[DATASET RECORDS]
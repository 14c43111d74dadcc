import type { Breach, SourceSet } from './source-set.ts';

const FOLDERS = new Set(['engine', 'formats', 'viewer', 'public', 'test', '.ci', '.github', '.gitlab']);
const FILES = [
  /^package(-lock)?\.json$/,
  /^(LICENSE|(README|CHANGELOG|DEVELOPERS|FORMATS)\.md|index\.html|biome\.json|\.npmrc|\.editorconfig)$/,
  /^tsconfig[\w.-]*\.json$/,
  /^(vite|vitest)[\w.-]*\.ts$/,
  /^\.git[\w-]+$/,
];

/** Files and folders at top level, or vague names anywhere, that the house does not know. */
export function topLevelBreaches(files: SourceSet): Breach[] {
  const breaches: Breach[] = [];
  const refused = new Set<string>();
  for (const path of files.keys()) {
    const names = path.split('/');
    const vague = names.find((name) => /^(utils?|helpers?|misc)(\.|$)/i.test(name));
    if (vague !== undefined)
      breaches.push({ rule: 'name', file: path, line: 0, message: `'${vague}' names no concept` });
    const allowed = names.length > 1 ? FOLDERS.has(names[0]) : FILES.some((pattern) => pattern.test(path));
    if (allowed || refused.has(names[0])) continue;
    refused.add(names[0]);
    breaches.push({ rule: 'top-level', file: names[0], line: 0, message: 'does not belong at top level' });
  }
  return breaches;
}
[/DATASET RECORDS]
▶ [DIRECTIONS FOR THIS TASK] Stop at the line containing "const names = path.split('/');". Please print exactly every line before it from the start of the records, plus that line itself, and nothing else.

▶ [YOUR SOLUTION]
repository 14c43111d74dadcc
import type { Breach, SourceSet } from './source-set.ts';

const FOLDERS = new Set(['engine', 'formats', 'viewer', 'public', 'test', '.ci', '.github', '.gitlab']);
const FILES = [
  /^package(-lock)?\.json$/,
  /^(LICENSE|(README|CHANGELOG|DEVELOPERS|FORMATS)\.md|index\.html|biome\.json|\.npmrc|\.editorconfig)$/,
  /^tsconfig[\w.-]*\.json$/,
  /^(vite|vitest)[\w.-]*\.ts$/,
  /^\.git[\w-]+$/,
];

/** Files and folders at top level, or vague names anywhere, that the house does not know. */
export function topLevelBreaches(files: SourceSet): Breach[] {
  const breaches: Breach[] = [];
  const refused = new Set<string>();
  for (const path of files.keys()) {
    const names = path.split('/');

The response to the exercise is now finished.